Welcome to Hearoo, your interactive, ResNet-powered audio classifier and visualizer! This project combines state-of-the-art deep learning with an intuitive web interface to make exploring sound exciting and insightful.
Hearoo is a CNN-based audio classifier and visualizer built on ResNet, trained using Modal.com on the ESC-50 dataset, which contains 50 diverse environmental sound categories like dog barks, rain, clapping, thunderstorm, and more.
- Model Accuracy: 81.25%
- Training Dataset: ESC-50
- Loss: 1.0082
- Validation Loss: 1.3925
Hearoo can:
- Classify your audio files (WAV format) into 50 sound categories.
- Visualize deep feature maps from ResNet layers to see how the network understands sound.
- Explore the waveform and spectrogram of your audio in a beautiful, interactive UI.
- Upload or use sample audio files from the ESC-50 dataset.
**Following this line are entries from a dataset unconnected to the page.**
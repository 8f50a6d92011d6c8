import json
import math
import pickle
import subprocess
import sys

import jsonschema
import pytest
from hypothesis import given, settings
from hypothesis import strategies as st

from swirlight.config import (
    Config,
    config_hash,
    config_schema,
    load_config,
    parse_config,
    physical_differences,
    physical_part,
)
from swirlight.config.reader import read_text, yaml_text
from swirlight.errors import ConfigError
from tests.config.good import GOOD

SHORT = """\
sample: {species: [{use: water, count: 216}], density: 0.998 g/cm^3, temperature: 298.15 K}
stages: [{length: 10 ps, timestep: 2 fs}]
"""
PULSE = "light: [{carrier: 800 nm, peak_intensity: 1e10 W/cm^2, duration: 100 fs}]\n"
LIT = SHORT.replace("[{length", "[{length: 1 ps, timestep: 1 fs}, {lit: true, length") + PULSE


def test_values_are_in_internal_units():
    config = parse_config(GOOD)
    first, second = config.light
    assert first.carrier == pytest.approx(2.0 * math.pi, rel=1e-15)
    assert (first.peak_intensity, first.duration, first.centre) == (2e10, 1.0, 3.0)
    assert (first.helicity, first.ellipticity, first.direction) == (1, None, (0.0, 0.0, 1.0))
    assert second.fluence == 0.02
    assert second.ellipticity == pytest.approx(math.pi / 6.0)
    assert second.direction == pytest.approx((0.0, 0.5**0.5, 0.5**0.5))
    assert config.forces.pairs[0].sites == (("water", "O"), ("acetonitrile", "Me"))
    assert config.forces.reaction_permittivity == math.inf
    assert (config.forces.splitting, config.forces.mesh.order) == (None, 5)
    assert (config.bias_field.from_, config.bias_field.to) == (0.0, 5.0)
    # Length after the light: centre 3 ps, a Gaussian lasts 2.5 durations beyond, 6 ps more.
    assert config.stages[1].length == 11.5 and config.stages[1].steps == 5750
    assert config.stages[1].timestep == config.stages[0].timestep == 0.002


def test_defaults_are_those_of_the_documentation():
    config = parse_config(SHORT, name="short")
    assert config.light == () and config.bias_field is None and config.exposures is None
    assert (config.seed, config.author, config.output) == (41, "not given", "runs/short")
    forces = config.forces
    assert (forces.cutoff, forces.cutoff_form) == (1.0, "switched")
    assert (forces.electrostatics, forces.tolerance) == ("mesh-ewald", 1e-4)
    assert (forces.splitting, forces.mesh, forces.pairs) == (None, None, ())
    assert (forces.reaction_permittivity, forces.damping) == (math.inf, 2.0)
    assert (forces.mixing, forces.precision) == ("lorentz-berthelot", "mixed")
    record = config.record
    assert (record.every, record.totals_every, record.precision) == (0.02, 0.01, "single")
    assert record.vectors == ("light_torque", "torque", "angular_momentum", "orientation")
    assert config.stages[0].name == "stage-1"
    assert config.stages[0].thermostat.method == "none"
    config = parse_config(LIT + "exposures:\n  starts: 4\n")
    pulse = config.light[0]
    assert (pulse.helicity, pulse.azimuth, pulse.phase, pulse.coupling) == (1, 0.0, 0.0, "auto")
    assert (pulse.turning.rate, pulse.train.count, pulse.train.period) == (0.0, 1, 10.0)
    assert (pulse.refractive_index, pulse.local_field, pulse.in_kinds) == (1.0, "none", "exposed")
    exposures = config.exposures
    assert (exposures.kinds, exposures.starts) == (("plus", "minus", "dark"), 4)
    assert (exposures.spacing, exposures.carrier_phases) == (None, 2)


@pytest.mark.parametrize(
    ("shape", "centre"),
    [
        ("envelope: gaussian", 0.25), ("envelope: sech2", 0.31), ("envelope: rectangle", 0.05),
        ("envelope: flat-top, rise: 20 fs", 0.06),  # 80 fs plateau, two ramps: 120 fs in all
    ],
)  # fmt: skip
def test_default_centre(shape, centre):
    config = parse_config(LIT.replace("duration:", f"{shape}, duration:"))
    assert config.light[0].centre == pytest.approx(centre)


def test_length_after_a_train_is_rounded_up_to_whole_steps():
    text = LIT.replace("100 fs}", "100 fs, train: {count: 3, period: 1 ps}}").replace(
        "lit: true, length: 10 ps", "lit: true, after_light: 1.0001 ps")
    # 0.25 centre + 2 periods + 0.25 reach + 1.0001 = 3.5001 ps, in steps of 2 fs
    assert parse_config(text).stages[-1].length == 3.502


def test_empty_keys_count_as_left_out():
    config = parse_config(SHORT + "light:\nexposures: null\nrecord:\nforces:\n  splitting:\n")
    assert config == parse_config(SHORT)


def test_what_is_resolved_reads_back_as_equal():
    for text in (GOOD, SHORT, LIT):
        config = parse_config(text)
        again = parse_config(yaml_text(config.resolved()))
        assert again == config and again.resolved() == config.resolved()
        for name in Config.model_fields:
            assert getattr(again, name) == getattr(config, name)
        assert config_hash(again) == config_hash(config)
    assert parse_config(GOOD) != parse_config(SHORT)


@given(st.lists(st.floats(0.2, 1e3), min_size=8, max_size=8))
@settings(max_examples=50, deadline=None)
def test_any_numbers_survive_the_round_trip(x):
    text = LIT.replace(
        "duration: 100 fs", f"duration: {x[0]!r} fs, centre: {x[1]!r} fs, azimuth: {x[2] / 9!r} "
        f"deg, turning: {{rate: {x[3]!r} deg/ps}}, direction: [{x[4]!r}, -{x[5]!r}, 1]"
    ).replace("0.998 g", f"{x[6] / 99!r} g").replace("298.15", repr(x[7]))
    config = parse_config(text)
    assert parse_config(yaml_text(config.resolved())) == config


def test_files_are_relative_to_the_config(tmp_path):
    (tmp_path / "shape.csv").write_text("# measured\ntime (fs), intensity\n0, 0\n100, 2\n300, 0\n")
    (tmp_path / "own.yaml").write_text("name: own\n")
    text = LIT.replace("duration: 100 fs", "envelope: table, file: shape.csv").replace(
        "use: water", "use: own.yaml")
    (tmp_path / "a.yaml").write_text(text)
    config = load_config(tmp_path / "a.yaml")
    assert config.text == text and config.path == tmp_path / "a.yaml"
    assert config.folder == tmp_path and config.output == "runs/a"
    assert config.sample.species[0].use == str(tmp_path / "own.yaml")
    pulse = config.light[0]
    assert pulse.table == (pytest.approx((0.0, 0.1, 0.3)), (0.0, 2.0, 0.0))
    # Half the maximum at 50 and 200 fs: width 150 fs, the middle 125 fs after the first point.
    assert (pulse.duration, pulse.centre) == (pytest.approx(0.15), pytest.approx(0.125))
    assert pulse.end == pytest.approx(0.3)
    stretched = load_config(tmp_path / "a.yaml", ["light[0].duration=300 fs"]).light[0]
    assert (stretched.centre, stretched.end) == (pytest.approx(0.25), pytest.approx(0.6))
    again = parse_config(yaml_text(config.resolved()), folder="/")
    assert again == config
    # The hash follows the contents of files, not where they lie.
    other = tmp_path / "other"
    other.mkdir()
    for name in ("shape.csv", "own.yaml", "a.yaml"):
        (other / name).write_bytes((tmp_path / name).read_bytes())
    moved = load_config(other / "a.yaml")
    assert config_hash(moved) == config_hash(config)
    (other / "own.yaml").write_text("name: changed\n")
    assert [line.split(":")[0] for line in physical_differences(config, moved)] == [
        "sample.species[0].use"]


@pytest.mark.parametrize(
    ("table", "words"),
    [
        ("0, 1\n", "fewer than two points"), ("0, 0\n1, 0\n", "no light"),
        ("0, 1\n0, 1\n", "line 2 that is not after"), ("0, -1\n1, 1\n", "negative"),
        ("0, 1\n1, nan\n", "line 2"), ("0, 1\nx, 1\n", 'has "x, 1" in line 2'),
        ("0, 1, 2\n", 'has "0, 1, 2" in line 1'), ("time (kg), i\n0, 1\n", "not the unit of"),
        ("\xff", "not UTF-8"), ("", "fewer than two"), ('"', "line"),
    ],
)  # fmt: skip
def test_envelope_tables_that_cannot_be_used(tmp_path, table, words):
    (tmp_path / "shape.csv").write_bytes(table.encode("latin-1"))
    text = LIT.replace("duration: 100 fs", "envelope: table, file: shape.csv")
    with pytest.raises(ConfigError) as caught:
        parse_config(text, folder=tmp_path)
    message = str(caught.value)
    assert message.startswith("config:3:") and "light[0].file: " in message
    assert words in message


def test_configs_and_their_errors_survive_pickling():
    config = parse_config(GOOD)
    assert pickle.loads(pickle.dumps(config)) == config
    error = ConfigError(["a:1:1: b: c", "a:2:1: d: e"])
    assert pickle.loads(pickle.dumps(error)).lines == error.lines


def test_differences_are_told_key_by_key():
    a = parse_config(GOOD)
    b = parse_config(GOOD, overrides=["light[0].duration=120 fs", "title=other", "output=x",
                                      "author=b", "forces.mesh=auto", "stages[1].after_light=3 ps"])
    assert physical_differences(a, a) == []
    # Compared with what was stored, which has been through JSON.
    stored = json.loads(json.dumps(physical_part(a)))
    assert physical_differences(stored, a) == []
    assert physical_differences(stored, b) == [
        "forces.mesh.order: 5 -> not given", "forces.mesh.spacing: 0.1 nm -> not given",
        "light[0].duration: 1 ps -> 0.12 ps", "stages[1].length: 11.5 ps -> 6.3 ps",
        "forces.mesh: not given -> auto"]  # fmt: skip
    assert config_hash(a) != config_hash(b)
    assert config_hash(a) == config_hash(parse_config(GOOD, overrides=["title=other"]))


def test_schema_accepts_good_configs_and_refuses_others():
    schema = config_schema()
    jsonschema.Draft202012Validator.check_schema(schema)
    check = jsonschema.Draft202012Validator(schema).is_valid
    good = read_text(GOOD, "good").tree
    assert check(good) and check(parse_config(GOOD).resolved())
    assert check(read_text(SHORT, "short").tree) and check(parse_config(LIT).resolved())
    for assignment in ("light[0].duration=1", "light[0].duration=1,0 ps", "zzz=1", "seed=1.5",
                       "sample.species[0].count=0", "light[0].envelope=gausian",
                       "forces.mesh=none", "forces.cutoff=auto", "bias_field.vector=0 1 V/m"):
        document = read_text(GOOD, "good")
        document.override(assignment)
        assert not check(document.tree), assignment


CHARACTERS = "abc:-[]{},&*!|>'\"%@` \n\t#?<0159.e/^\x00\x1b\u202e\ud800é"
PIECES = ["null", "[]", "{}", "true", "-1", "0", "1e308", "1e400", "nan ps", "1 Ps", "9**9**9 ps",
          "1,5 nm", "'", "*a", "&a 1", "!!int 1", "<<: {}", "---\n", "\t", "x" * 300, "0 nm",
          "[[[[[[[[[[[[[[[[[[[[[[[[1", "auto", "0 0 0 nm", "/etc", "a\0b", "light[0]"]  # fmt: skip


@st.composite
def mutated(draw):
    """The good config with a few lines or words changed, moved or lost."""
    text = GOOD
    for _ in range(draw(st.integers(1, 4))):
        lines = text.splitlines(keepends=True)
        i, j = sorted(draw(st.integers(0, len(lines))) for _ in range(2))
        at = draw(st.integers(0, len(text)))
        end = min(len(text), at + draw(st.integers(0, 12)))
        piece = draw(st.sampled_from(PIECES) | st.text(CHARACTERS, max_size=8)
                     | st.text(max_size=5))
        text = draw(st.sampled_from([
            text[:at] + piece + text[end:],
            "".join(lines[:i] + lines[j:]),
            "".join(lines[:i] + lines[j:] + lines[i:j]),
            "".join(lines[:j] + lines[i:]),
            "".join(lines[:i] + [line.split(":")[0] + f": {piece}\n" for line in lines[i : i + 1]]
                    + lines[i + 1 :]),
        ]))  # fmt: skip
    return text


@settings(max_examples=400, deadline=5000)
@given(mutated())
def test_mutations_are_configs_or_config_errors(text):
    try:
        config = parse_config(text, name="m.yaml")
    except ConfigError as error:
        assert all(line.startswith("m.yaml:") and line.isprintable() for line in error.lines)
    else:
        assert parse_config(yaml_text(config.resolved())) == config


LEAVES = ["sample", "sample.species", "sample.species[0]", "sample.edges", "forces.mesh",
          "forces.splitting", "forces.pairs", "light", "light[0]", "light[0].direction",
          "light[0].duration", "light[0].turning", "bias_field", "bias_field.vector", "stages",
          "stages[0].thermostat", "stages[1].after_light", "exposures", "exposures.kinds",
          "record.vectors", "record.every", "title", "seed"]  # fmt: skip
VALUES = st.recursive(
    st.sampled_from([None, True, -1, 0, 1e308, 10**39, "", "auto", "1 ps", "0 ps", "1e-300 ps",
                     "1 2 3 nm", "x", "water", "a.b", [], {}, "\x1b[0m", "no/such/file"]),
    lambda inner: st.lists(inner, max_size=4)
    | st.dictionaries(st.sampled_from(["use", "count", "name", "length", "rate", "between", "z"]),
                      inner, max_size=3),
    max_leaves=6,
)  # fmt: skip


@settings(max_examples=300, deadline=5000)
@given(st.sampled_from(LEAVES), VALUES)
def test_any_value_anywhere_is_a_config_or_a_config_error(key, value):
    written = yaml_text([value]).strip() if not isinstance(value, dict | list) else \
        json.dumps(value)
    if not isinstance(value, dict | list):
        written = written.removeprefix("- ")
    try:
        parse_config(GOOD, overrides=[f"{key}={written}"])
    except ConfigError as error:
        assert all(line.isprintable() for line in error.lines)


def test_reading_needs_no_heavy_imports():
    """`swirlight check` must answer quickly: no compiler, no plotting, no cluster."""
    code = ("import sys; from swirlight.config import parse_config; "
            f"parse_config({GOOD!r}); "
            "print([m for m in ('numba', 'matplotlib', 'distributed', 'h5py') "
            "if m in sys.modules])")
    done = subprocess.run([sys.executable, "-c", code], capture_output=True, text=True, check=True)
    assert done.stdout.strip() == "[]"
- Interactive ResNet feature maps display how each convolutional layer reacts to sounds.
- Top-3 predictions with confidence scores for easy interpretation.
- Waveform and spectrogram visualization to understand audio patterns.
- Credits warning system to remind users about Modal.com usage limits (customizable).
Try Hearoo instantly with these sample audio files:
- Can Opening
- Chirping Birds
- Clapping
- Knocking
- Thunderstorm
You can also explore more audio samples from the ESC-50 dataset.
- The frontend is built in Next.js 15 for an interactive, reactive experience.
- The backend runs on Modal.com, where ResNet is trained and serves predictions via a secure endpoint.
- When a user uploads or selects a sample, the frontend sends audio to Modal, which returns:
- Top-3 predictions
- Feature maps of ResNet layers
- Input spectrogram
- Audio waveform
All results are displayed in real-time, making audio exploration seamless and visually appealing.
- Frontend: Next.js 15, React, Tailwind CSS
- Backend / Model Hosting: Modal.com
- Deep Learning: PyTorch, Torchaudio
- Audio Dataset: ESC-50 (50 environmental sound classes)
- Future updates may include authentication so only authorized users can analyze audio.